Christophe Morvan, managing partner at investment bank Drake Star, says the acquisition rumours stem from a growing belief that Mistral can no longer compete in the global LLM race.
“Its capability to raise funds is low compared with Meta or OpenAI, with the support of Microsoft, and what the Chinese state is putting into AI.” It was, however, reported in July that Mistral is in talks to raise $1bn from deep-pocketed Abu Dhabi fund MGX.
Should a sale happen, many in the French tech ecosystem “worry” about the impact of the country losing its AI leader, says Roxanne Varza, director of Paris startup campus Station F.
“I don’t see it this way. I think it proves that France can build a leading team and an acquisition would pump money into the ecosystem. It’s also likely the young founders would relaunch something,” she says.
UK-based DeepMind, which was acquired by Google in 2014, has seen ex-employees go on to found more than a dozen European startups (including Mistral and French AI agent startup H).
What could stop a deal?
But big questions remain as to whether Mistral’s senior leadership and investors would be interested in cashing out now.
In January, founder and CEO Arthur Mensch declared the startup was not for sale,insisting the company was targeting an IPO in the long-run.
“We left big US tech to create a company in Europe, to show that Europe had something to say,” said Mensch. “That’s still the project and so the independence we have is something that we value dearly.”
There are also signs that Mistral is ramping up revenue, which could entice investors to funnel more cash into the company.

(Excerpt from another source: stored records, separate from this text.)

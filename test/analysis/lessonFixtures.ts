// Test helper (not a test): column builders for the analysis tests. Compass traces here come from closed forms
// (Williams eq. 2 via levelTurnReadingDeg) or from explicit formulas, never from the code under test.
import { levelTurnReadingDeg } from '../../src/compass/turningError.js';
import type { CompassTrace } from '../../src/compass/compassTrace.js';
import type { FieldAlongPath } from '../../src/magnetic/fieldAlongPath.js';
import type { FlightState } from '../../src/state/flightState.js';

export const DEG = Math.PI / 180;
export const G = 9.80665; // standard gravity, BIPM SI Brochure

export function wrap360(d: number): number {
  return ((d % 360) + 360) % 360;
}

export function wrap180(d: number): number {
  const w = wrap360(d);
  return w > 180 ? w - 360 : w;
}

/** A field with the same horizontal intensity, dip and variation at every row (true NED components). */
export function uniformField(n: number, hNt: number, dipDeg: number, variationDeg = 0): FieldAlongPath {
  return {
    n,
    xNt: new Float64Array(n).fill(hNt * Math.cos(variationDeg * DEG)),
    yNt: new Float64Array(n).fill(hNt * Math.sin(variationDeg * DEG)),
    zNt: new Float64Array(n).fill(hNt * Math.tan(dipDeg * DEG)),
    hNt: new Float64Array(n).fill(hNt),
    variationDeg: new Float64Array(n).fill(variationDeg),
    dipDeg: new Float64Array(n).fill(dipDeg),
    zone: new Uint8Array(n),
    model: 'uniform test field',
    decimalYear: 2026,
  };
}

/** A compass trace whose reading is given per row (errors split as told; defaults: all error in errDipTurnDeg). */
export function traceFromReadings(
  headingMagDeg: Float64Array, readingDeg: Float64Array,
  split: Partial<Record<'errDipTurnDeg' | 'errDipAccelDeg' | 'errLagSwirlDeg' | 'errDeviationDeg', Float64Array>> = {},
): CompassTrace {
  const n = readingDeg.length;
  const errorDeg = new Float64Array(n);
  for (let i = 0; i < n; i++) errorDeg[i] = wrap180(readingDeg[i] - headingMagDeg[i]);
  const zero = () => new Float64Array(n);
  const staticDeg = new Float64Array(n);
  // static = reading minus the dynamic and deviation parts given.
  for (let i = 0; i < n; i++) staticDeg[i] = wrap360(readingDeg[i] - (split.errLagSwirlDeg?.[i] ?? 0) - (split.errDeviationDeg?.[i] ?? 0));
  return {
    n,
    staticDeg,
    dynamicDeg: Float64Array.from(readingDeg, (r, i) => wrap360(r - (split.errDeviationDeg?.[i] ?? 0))),
    readingDeg,
    errorDeg,
    errDipTurnDeg: split.errDipTurnDeg ?? (split.errDipAccelDeg || split.errLagSwirlDeg || split.errDeviationDeg ? zero() : Float64Array.from(errorDeg)),
    errDipAccelDeg: split.errDipAccelDeg ?? zero(),
    errLagSwirlDeg: split.errLagSwirlDeg ?? zero(),
    errDeviationDeg: split.errDeviationDeg ?? zero(),
    tiltDeg: zero(),
    directiveRatio: new Float64Array(n).fill(1),
    unreliable: new Uint8Array(n),
    headingMagDeg,
  };
}

/**
 * The textbook static compass of a flight: reading = steady coordinated level-turn card at each row's magnetic
 * heading, bank and dip (Williams, "Compass Errors", eq. 2) — what the pilots of staticTurnCompassReading see.
 */
export function staticTurnTrace(state: FlightState, field: FieldAlongPath): CompassTrace {
  const n = state.n;
  const mag = new Float64Array(n);
  const reading = new Float64Array(n);
  for (let i = 0; i < n; i++) {
    mag[i] = wrap360(state.headingDegTrue[i] - field.variationDeg[i]);
    reading[i] = levelTurnReadingDeg(mag[i], state.bankDeg[i], field.dipDeg[i]);
  }
  return traceFromReadings(mag, reading);
}

/** A FlightState from per-row formulas (columns the analysis does not read are zero). */
export function stateFromColumns(
  n: number, f: (i: number) => Partial<Record<'t' | 'lat' | 'lon' | 'altM' | 'velN' | 'velE' | 'windN' | 'windE' | 'tasMs' | 'headingDegTrue' | 'bankDeg' | 'turnRateDps' | 'accelLongMs2' | 'gsMs', number>>,
): FlightState {
  const col = () => new Float64Array(n);
  const s: FlightState = {
    n, t: col(), lat: col(), lon: col(), altM: col(), velN: col(), velE: col(), velD: col(), accN: col(), accE: col(), accD: col(),
    accSigmaMs2: col(), gsMs: col(), trackDegTrue: col(), windN: col(), windE: col(), tasMs: col(), headingDegTrue: col(),
    bankDeg: col(), pitchDeg: col(), turnRateDps: col(), accelLongMs2: col(), segment: new Int32Array(n), logRow: new Int32Array(n),
    winds: [], warnings: [],
  };
  for (let i = 0; i < n; i++) {
    const r = f(i);
    for (const [k, v] of Object.entries(r)) (s as unknown as Record<string, Float64Array>)[k][i] = v as number;
    s.logRow[i] = i;
  }
  return s;
}
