// Timed turns: flown on the clock at standard rate, the heading change is 3 °/s × time (FAA-H-8083-15B ch. 7).
import { describe, expect, it } from 'vitest';
import { analyseDebrief } from '../../src/analysis/analyseDebrief.js';
import { isNearStandardRate, timedTurnCheck } from '../../src/analysis/timedTurn.js';
import { simulateFlight } from '../../src/synth/simulateFlight.js';
import { truthToFlightState } from '../../src/synth/truthToFlightState.js';
import { circuitPracticeScript } from '../../src/synth/scenarios.js';
import { computeFieldAlongPath } from '../../src/magnetic/fieldAlongPath.js';
import { staticTurnTrace, uniformField } from './lessonFixtures.js';

describe('timedTurnCheck (standard rate 3 °/s, FAA-H-8083-15B ch. 7)', () => {
  it('expects 3 °/s × the time: 30 s → 90°, 60 s → 180°, 120 s → a full circle', () => {
    expect(timedTurnCheck(30, 90, 10, NaN, 'near-standard-rate').expectedChangeDeg).toBe(90);
    expect(timedTurnCheck(60, 180, 10, NaN, 'near-standard-rate').expectedChangeDeg).toBe(180);
    expect(timedTurnCheck(120, 360, 10, NaN, 'plan').expectedChangeDeg).toBe(360);
  });
  it('flags a turn that turned further or less than the clock promised beyond the tolerance', () => {
    const over = timedTurnCheck(30, 105, 10, 30, 'plan');
    expect(over.differenceDeg).toBe(15);
    expect(over.withinTolerance).toBe(false);
    expect(timedTurnCheck(30, 82, 10, 30, 'plan').withinTolerance).toBe(true);
  });
  it('a rate-one turn is within ±15 % of 3 °/s by default (team choice)', () => {
    expect(isNearStandardRate(2.6, 0.15)).toBe(true);
    expect(isNearStandardRate(2.5, 0.15)).toBe(false);
    expect(isNearStandardRate(3.44, 0.15)).toBe(true);
  });
});

describe('timed turns in a flight', () => {
  it('the circuit lesson\'s timed turns (30 s right, 60 s left at standard rate) time as 30 s and 60 s and turn 90° and 180°', () => {
    const truth = simulateFlight(circuitPracticeScript());
    const state = truthToFlightState(truth);
    const { field } = computeFieldAlongPath(state.t, state.lat, state.lon, state.altM);
    const { analysis } = analyseDebrief(state, field, staticTurnTrace(state, field), {});
    const timedLegs = truth.legs.filter((l) => l.label?.startsWith('timed turn'));
    expect(timedLegs.length).toBe(2);
    for (const [leg, want] of [[timedLegs[0], 30], [timedLegs[1], 60]] as const) {
      const turn = analysis.turns.find((t) => Math.abs(t.startT - leg.startT) < 2);
      expect(turn?.timed).toBeDefined();
      expect(turn!.timed!.durationS).toBeCloseTo(want, 1);
      expect(turn!.timed!.expectedChangeDeg).toBeCloseTo(3 * want, 0);
      expect(Math.abs(turn!.timed!.differenceDeg!)).toBeLessThan(0.5);
      expect(turn!.timed!.withinTolerance).toBe(true);
    }
  });

  // Rate 2.6 °/s for 40 s (a pilot whose turn needle sat short of the rate-one mark): 104°, not 120°.
  const truth = simulateFlight({
    start: { t0: 1.8e9, latDeg: 52.6, lonDeg: 0.4, altM: 600, headingDegTrue: 0, tasMs: 50 },
    sampleRateHz: 10,
    legs: [
      { kind: 'straight', durationS: 20 },
      { kind: 'turn', direction: 'right', durationS: 30 },
      { kind: 'straight', durationS: 20 },
      { kind: 'turn', direction: 'left', durationS: 40, rateDps: 2.6 },
      { kind: 'straight', durationS: 20 },
      { kind: 'turn', direction: 'right', byDeg: 90, rateDps: 2 },
      { kind: 'straight', durationS: 20 },
    ],
  });
  const state = truthToFlightState(truth);
  const field = uniformField(state.n, 19000, 67, 0);
  const compass = staticTurnTrace(state, field);
  const plan = 'target_mag_deg,timed_s\n090,30\n346,40\n076,\n';

  it('planned timed turns are checked against the plan\'s time; a slow rate shows as a heading change short of 3 °/s × time', () => {
    const { analysis } = analyseDebrief(state, field, compass, { planCsvText: plan });
    const [a, b, c] = analysis.turns;
    expect(a.timed?.basis).toBe('plan');
    expect(a.timed?.plannedDurationS).toBe(30);
    expect(a.timed?.withinTolerance).toBe(true);
    expect(b.timed?.basis).toBe('plan');
    expect(b.timed!.durationS).toBeCloseTo(40, 1);
    expect(b.timed!.expectedChangeDeg).toBeCloseTo(120, 0);
    expect(b.timed!.actualChangeDeg).toBeCloseTo(104, 0); // 2.6 °/s × 40 s
    expect(b.timed!.differenceDeg!).toBeCloseTo(-16, 0);
    expect(b.timed!.withinTolerance).toBe(false);
    // 2 °/s is not a rate-one turn and the plan does not time it: no check.
    expect(c.timed).toBeUndefined();
  });
  it('timedTurns "none" checks nothing; "plan" only the planned ones', () => {
    expect(analyseDebrief(state, field, compass, { timedTurns: 'none', planCsvText: '#\ntarget_mag_deg\n090\n346\n076\n' }).analysis.turns.every((t) => t.timed === undefined)).toBe(true);
    const onlyPlan = analyseDebrief(state, field, compass, { timedTurns: 'plan', planCsvText: 'target_mag_deg,timed_s\n090,\n346,40\n076,\n' }).analysis.turns;
    expect(onlyPlan.map((t) => t.timed?.basis)).toEqual([undefined, 'plan', undefined]);
  });
});
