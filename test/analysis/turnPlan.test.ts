// The plan file: parsing (pure text in, typed rows or a ParseError with the line) and in-order matching to turns.
import { describe, expect, it } from 'vitest';
import { ParseError } from '../../src/errors.js';
import { matchPlanToTurns, parsePlanCsv } from '../../src/analysis/turnPlan.js';

// Format contract: DESIGN.md "Plan file" (column target_mag_deg, optional not_before_utc), plus our timed_s and label.
describe('parsePlanCsv', () => {
  it('reads targets, anchors and timed turns with their 1-based lines; blank and # lines are skipped', () => {
    const text = '\uFEFFTarget_Mag_Deg,not_before_utc,timed_s,label\r\n# warm-up\r\n090,,,\r\n\r\n360,2026-05-04T10:12:00Z,,"north, again"\r\n180,,60,\r\n';
    const rows = parsePlanCsv(text);
    expect(rows.map((r) => r.line)).toEqual([3, 5, 6]);
    expect(rows.map((r) => r.targetMagDeg)).toEqual([90, 0, 180]); // 360 means north
    expect(Number.isNaN(rows[0].notBeforeT)).toBe(true);
    expect(rows[1].notBeforeT).toBe(Date.UTC(2026, 4, 4, 10, 12, 0) / 1000);
    expect(rows[1].label).toBe('north, again');
    expect(rows[2].timedS).toBe(60);
  });

  it('columns may come in any order and unknown ones are ignored', () => {
    const rows = parsePlanCsv('note,target_mag_deg\nfirst,045\nsecond,270.5\n');
    expect(rows.map((r) => r.targetMagDeg)).toEqual([45, 270.5]);
  });

  const bad: Array<[string, string, number]> = [
    ['heading\n090\n', 'no target_mag_deg column', 1],
    ['target_mag_deg\n090\nabc\n', 'target "abc"', 3],
    ['target_mag_deg\n090\n\n400\n', 'outside 0–360', 4],
    ['target_mag_deg\n-5\n', 'negative target', 2],
    ['target_mag_deg,not_before_utc\n090,10:12\n', 'time without a date', 2],
    ['target_mag_deg,timed_s\n090,0\n', 'timed_s 0', 2],
    ['target_mag_deg\n,\n', 'empty target', 2],
    ['target_mag_deg\n', 'header only', 1],
    ['\n# nothing\n', 'empty plan', 1],
  ];
  for (const [text, what, line] of bad) {
    it(`throws a ParseError naming line ${line} for ${what}`, () => {
      let err: unknown;
      try {
        parsePlanCsv(text);
      } catch (e) {
        err = e;
      }
      expect(err).toBeInstanceOf(ParseError);
      expect((err as ParseError).line).toBe(line);
    });
  }
});

describe('matchPlanToTurns', () => {
  const rows = parsePlanCsv('target_mag_deg,not_before_utc\n090,\n180,\n270,1970-01-01T00:05:00Z\n000,\n');
  it('matches rows to turns in order when nothing is anchored', () => {
    const m = matchPlanToTurns(rows.slice(0, 2), [10, 50, 90]);
    expect(Array.from(m.rowOfTurn)).toEqual([0, 1, -1]);
    expect(m.unmatchedRows).toEqual([]);
  });
  it('an anchor skips turns that start before it, realigning the plan after an unplanned turn', () => {
    // Turns at 10 s, 50 s, 120 s (unplanned), 300 s, 400 s.
    const m = matchPlanToTurns(rows, [10, 50, 120, 300, 400]);
    expect(Array.from(m.rowOfTurn)).toEqual([0, 1, -1, 2, 3]);
  });
  it('rows with no turn left are reported', () => {
    const m = matchPlanToTurns(rows, [10, 50]);
    expect(m.unmatchedRows.map((r) => r.line)).toEqual([4, 5]);
  });
});
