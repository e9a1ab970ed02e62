// Three pilots fly the same compass-turn lesson: one rolls out when the compass shows the target, one uses the
// model's cue, one the handbook rule of thumb. The debrief's grades must tell them apart, and agree with the truth.
// Perceived compass: the textbook static card (Williams eq. 2, staticTurnCompassReading); the debrief is run on the
// same card (staticTurnTrace), so its cue is comparable with what the pilot watched.
import { describe, expect, it } from 'vitest';
import { analyseDebrief } from '../../src/analysis/analyseDebrief.js';
import type { TurnResult } from '../../src/analysis/analysisTypes.js';
import { KT_MS } from '../../src/constants.js';
import { computeFieldAlongPath } from '../../src/magnetic/fieldAlongPath.js';
import { reconstructState } from '../../src/state/reconstructState.js';
import { toFlightLog } from '../../src/synth/gpsNoise.js';
import { staticTurnCompassReading } from '../../src/synth/perceivedCompass.js';
import { flyScriptedPilot, type PilotLeg, type PilotScript, type PilotTurnRecord, type RolloutTechnique } from '../../src/synth/scriptedPilot.js';
import { truthToFlightState } from '../../src/synth/truthToFlightState.js';
import type { FlightState } from '../../src/state/flightState.js';
import { staticTurnTrace, wrap180 } from './lessonFixtures.js';

/** Targets (magnetic) and directions of the lesson, in order: through north, east, south and west both ways. */
const LESSON: Array<[number, 'left' | 'right']> = [
  [0, 'left'], [90, 'right'], [180, 'right'], [270, 'right'], [0, 'right'], [180, 'left'], [90, 'left'], [0, 'left'],
];
const PLAN = `target_mag_deg\n${LESSON.map(([t]) => String(t).padStart(3, '0')).join('\n')}\n`;
const isNS = (t: number) => t === 0 || t === 180;

/** Two invented practice areas: open fenland (52.6 N) and open prairie (38.5 N), both dip ≈ 66–67° (WMM2025). */
const SITES = { fen: { latDeg: 52.6, lonDeg: 0.39 }, prairie: { latDeg: 38.5, lonDeg: -98.0 } } as const;
const T0 = Date.UTC(2026, 4, 4, 10, 0, 0) / 1000;

function variationAt(latDeg: number, lonDeg: number): number {
  const { field } = computeFieldAlongPath(new Float64Array([T0]), new Float64Array([latDeg]), new Float64Array([lonDeg]), new Float64Array([600]));
  return field.variationDeg[0];
}

function lessonScript(site: keyof typeof SITES, tasKt: number): PilotScript {
  const { latDeg, lonDeg } = SITES[site];
  const legs: PilotLeg[] = [{ kind: 'straight', durationS: 40 }];
  for (const [toMagDeg, direction] of LESSON) legs.push({ kind: 'compass-turn', toMagDeg, direction, label: `to ${toMagDeg}` }, { kind: 'straight', durationS: 40 });
  return {
    name: `compass-turn lesson (${site})`,
    start: { t0: T0, latDeg, lonDeg, altM: 600, headingDegTrue: 90 + variationAt(latDeg, lonDeg), tasMs: tasKt * KT_MS },
    sampleRateHz: 10,
    legs,
  };
}

interface Flown {
  records: PilotTurnRecord[];
  turns: TurnResult[];
  state: FlightState;
}

/** Lesson at 100 kt (standard-rate bank 15.4°) or 120 kt (18.2°, the top of the handbook's 15–18° band; PHYSICS check 16). */
function fly(site: keyof typeof SITES, technique: RolloutTechnique, tasKt = 100, noisy = false): Flown {
  const { truth, turns: records } = flyScriptedPilot(lessonScript(site, tasKt), { technique, compassReadingFn: staticTurnCompassReading() });
  let state = truthToFlightState(truth);
  if (noisy) {
    const log = toFlightLog(truth, { posSigmaM: 2, altSigmaM: 3, seed: 5, file: 'lesson.csv', format: 'csv' });
    state = reconstructState(log, { wind: { kind: 'calm' } });
  }
  const { field } = computeFieldAlongPath(state.t, state.lat, state.lon, state.altM);
  const { analysis } = analyseDebrief(state, field, staticTurnTrace(state, field), { planCsvText: PLAN });
  return { records, turns: analysis.turns, state };
}

const flown = {
  naive: fly('fen', 'rolls-out-on-reading'),
  model: fly('fen', 'uses-model-cue'),
  rule: fly('fen', 'rule-of-thumb'),
  rulePrairie: fly('prairie', 'rule-of-thumb', 120),
  naivePrairie: fly('prairie', 'rolls-out-on-reading', 120),
};

/** Roll-out error in the turn's direction (+ overshoot), as the debrief graded it. */
const along = (t: TurnResult) => (t.direction === 'right' ? 1 : -1) * t.rolloutErrorDeg;

describe('the debrief grades agree with the truth (oracle: the simulator\'s end headings in the pilot records)', () => {
  for (const [name, f] of Object.entries(flown)) {
    it(`${name}: every compass turn is found, matched to its plan row, and graded within 0.5° of the truth`, () => {
      expect(f.records.every((r) => !r.timedOut)).toBe(true);
      expect(f.turns.length).toBe(LESSON.length);
      f.turns.forEach((t, k) => {
        expect(t.targetSource).toBe('plan');
        expect(t.targetMagDeg).toBe(LESSON[k][0]);
        expect(t.direction).toBe(LESSON[k][1]);
        expect(Math.abs(along(t) - f.records[k].rolloutErrorDeg)).toBeLessThan(0.5);
      });
    });
  }
});

describe('the grades tell the three pilots apart (±10° tolerance: FAA Instrument ACS heading, from memory)', () => {
  it('the pilot who uses the model cue rolls out on every target (|error| < 3°)', () => {
    for (const t of flown.model.turns) {
      expect(t.withinTolerance).toBe(true);
      expect(Math.abs(t.rolloutErrorDeg)).toBeLessThan(3);
    }
  });
  it('the pilot who rolls out on the reading overshoots north and undershoots south by > 10° (UNOS, IFH ch. 7), is fine on E/W', () => {
    flown.naive.turns.forEach((t, k) => {
      const target = LESSON[k][0];
      if (target === 0) expect(along(t)).toBeGreaterThan(10);
      else if (target === 180) expect(along(t)).toBeLessThan(-10);
      else expect(t.withinTolerance).toBe(true);
    });
  });
  it('at 52.6 N the rule of thumb (lead ≈ latitude) over-corrects: undershoots north and overshoots south by > 10°', () => {
    // Physics: lag ≈ atan(tan 67 · sin 15.6) ≈ 32° against the rule's 52.6° (PHYSICS.md §1.2, §2).
    flown.rule.turns.forEach((t, k) => {
      const target = LESSON[k][0];
      if (target === 0) expect(along(t)).toBeLessThan(-10);
      else if (target === 180) expect(along(t)).toBeGreaterThan(10);
      else expect(t.withinTolerance).toBe(true);
    });
  });
  it('at 38.5 N and 18° bank (120 kt) the rule of thumb lands within tolerance on every target, where the naive pilot still misses N and S', () => {
    expect(flown.rulePrairie.turns.every((t) => t.withinTolerance)).toBe(true);
    const missed = flown.naivePrairie.turns.filter((t) => !t.withinTolerance).map((t) => t.targetMagDeg);
    expect(missed.sort()).toEqual([0, 0, 0, 180, 180]);
  });
  it('grade counts differ: model 8/8, naive 3/8 (E/W only), rule at 52.6 N 3/8 with errors of the opposite sign', () => {
    const count = (f: Flown) => f.turns.filter((t) => t.withinTolerance).length;
    expect(count(flown.model)).toBe(8);
    expect(count(flown.naive)).toBe(3);
    expect(count(flown.rule)).toBe(3);
    const signs = (f: Flown) => f.turns.filter((t, k) => isNS(LESSON[k][0])).map((t) => Math.sign(along(t)));
    expect(signs(flown.naive).map((s) => -s)).toEqual(signs(flown.rule));
  });
});

describe('the cues the debrief gives', () => {
  it('the model cue matches the compass the model pilot started rolling out at (within 4°), and not the naive pilot\'s on N/S (> 15° off)', () => {
    for (const t of flown.model.turns) expect(Math.abs(wrap180(t.compassAtRolloutStartDeg! - t.cueCompassDeg))).toBeLessThan(4);
    flown.naive.turns.forEach((t, k) => {
      if (isNS(LESSON[k][0])) expect(Math.abs(wrap180(t.compassAtRolloutStartDeg! - t.cueCompassDeg))).toBeGreaterThan(15);
    });
  });
  it('the roll-out lead the debrief measures is the heading change after the 90 %-rate point of the simulator\'s roll-out', () => {
    // Oracle: the simulator's roll-out is ω·(1 − S(u)), S the quintic smoothstep (minimum jerk, Flash & Hogan 1985),
    // over r = 2 s at ω = 3 °/s; 90 % of the rate at S(u90) = 0.1; lead = ω r ∫_{u90}^1 (1 − S) du.
    const S = (u: number) => u * u * u * (10 + u * (-15 + 6 * u));
    let lo = 0;
    let hi = 0.5;
    for (let k = 0; k < 60; k++) (S((lo + hi) / 2) < 0.1 ? (lo = (lo + hi) / 2) : (hi = (lo + hi) / 2));
    const F = (u: number) => u - (2.5 * u ** 4 - 3 * u ** 5 + u ** 6);
    const lead = 3 * 2 * (F(1) - F(lo));
    for (const f of Object.values(flown)) for (const t of f.turns) expect(Math.abs(t.rolloutLeadDeg! - lead * (t.steadyRateDps! / 3))).toBeLessThan(0.1);
  });
  it('the debrief\'s rule-of-thumb cue is the pilots\' rule (an independent implementation in src/synth) up to the lead each used', () => {
    // The scripted pilot's normal lead: ω·(reaction 0.3 s + roll 2 s / 2) (scriptedPilot defaults); the rule is linear in it.
    for (const f of [flown.rule, flown.rulePrairie]) {
      f.turns.forEach((t, k) => {
        const dir = t.direction === 'right' ? 1 : -1;
        const pilotLead = 3 * (0.3 + 1);
        expect(wrap180(t.ruleOfThumbCueDeg - f.records[k].cueCompassDeg)).toBeCloseTo(dir * (pilotLead - t.rolloutLeadDeg!), 0);
      });
    }
  });
  it('where rule and model differ: at 52.6 N by ~20° on N/S targets (52.6 − ~32), a few degrees at most on E/W', () => {
    flown.model.turns.forEach((t, k) => {
      const d = Math.abs(t.cueDifferenceDeg!);
      if (isNS(LESSON[k][0])) {
        expect(d).toBeGreaterThan(15);
        expect(d).toBeLessThan(25);
      } else expect(d).toBeLessThan(5); // the turning error passes through zero on E/W but changes fast there
    });
  });
});

describe('the grades survive a noisy log (GPS σ 2 m, 10 Hz, through the state stage)', () => {
  const naive = fly('fen', 'rolls-out-on-reading', 100, true);
  const model = fly('fen', 'uses-model-cue', 100, true);
  it('same turns; model pilot within tolerance everywhere, naive pilot outside on every N/S target', () => {
    expect(naive.turns.length).toBe(LESSON.length);
    expect(model.turns.length).toBe(LESSON.length);
    expect(model.turns.every((t) => t.withinTolerance)).toBe(true);
    naive.turns.forEach((t, k) => expect(t.withinTolerance).toBe(!isNS(LESSON[k][0])));
  });
});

Mistral has secured contracts worth hundreds of millions of dollars and its revenues have increased several times over since it last raised in 2024, according to the FT report.
Others point to the startup’s €100m multi-year contract with French shipping and logistics giant CMA CGM — which will see Mistral identify new AI use cases within the business and develop tailor-made models and agents — as evidence of the opportunity for major strategic deals with enterprise clients in Europe.
The company is looking to tap into increasing calls for tech sovereignty in Europe and in January announced plans to invest “several billions of euros” to build its own data centre in France.
“There’s a lot of European companies that want to reduce their dependency on US providers . . . There’s a growing demand for more strategic autonomy,” Mensch said last month.

But perhaps the biggest barrier to any potential acquisition by an overseas company would be regulatory.
“The EU is publicly committed to digital and AI sovereignty,” says Jonathan Simnett, managing director at M&A advisory, Hampleton Partners. “An acquisition by a US giant, especially for a flagship European player of this size, would likely trigger severe scrutiny under EU antitrust rules and strategic autonomy policy.”
Drake Star’s Morvan says that Apple could get around that by partnering with Mistral, with the French LLM-maker agreeing to white label its tech to Apple in exchange for financing.
A direct sale would likely be blocked by the French government, particularly as President Emmanuel Macron routinely champions the company, Morvan adds.
“Given all the focus around sovereignty I don’t see it feasible politically in the short term,” he says. “You would have politicians on the left and right in the French assembly saying, ‘we are losing our AI sovereignty’.”
Mistral and Apple did not respond to requests for comment.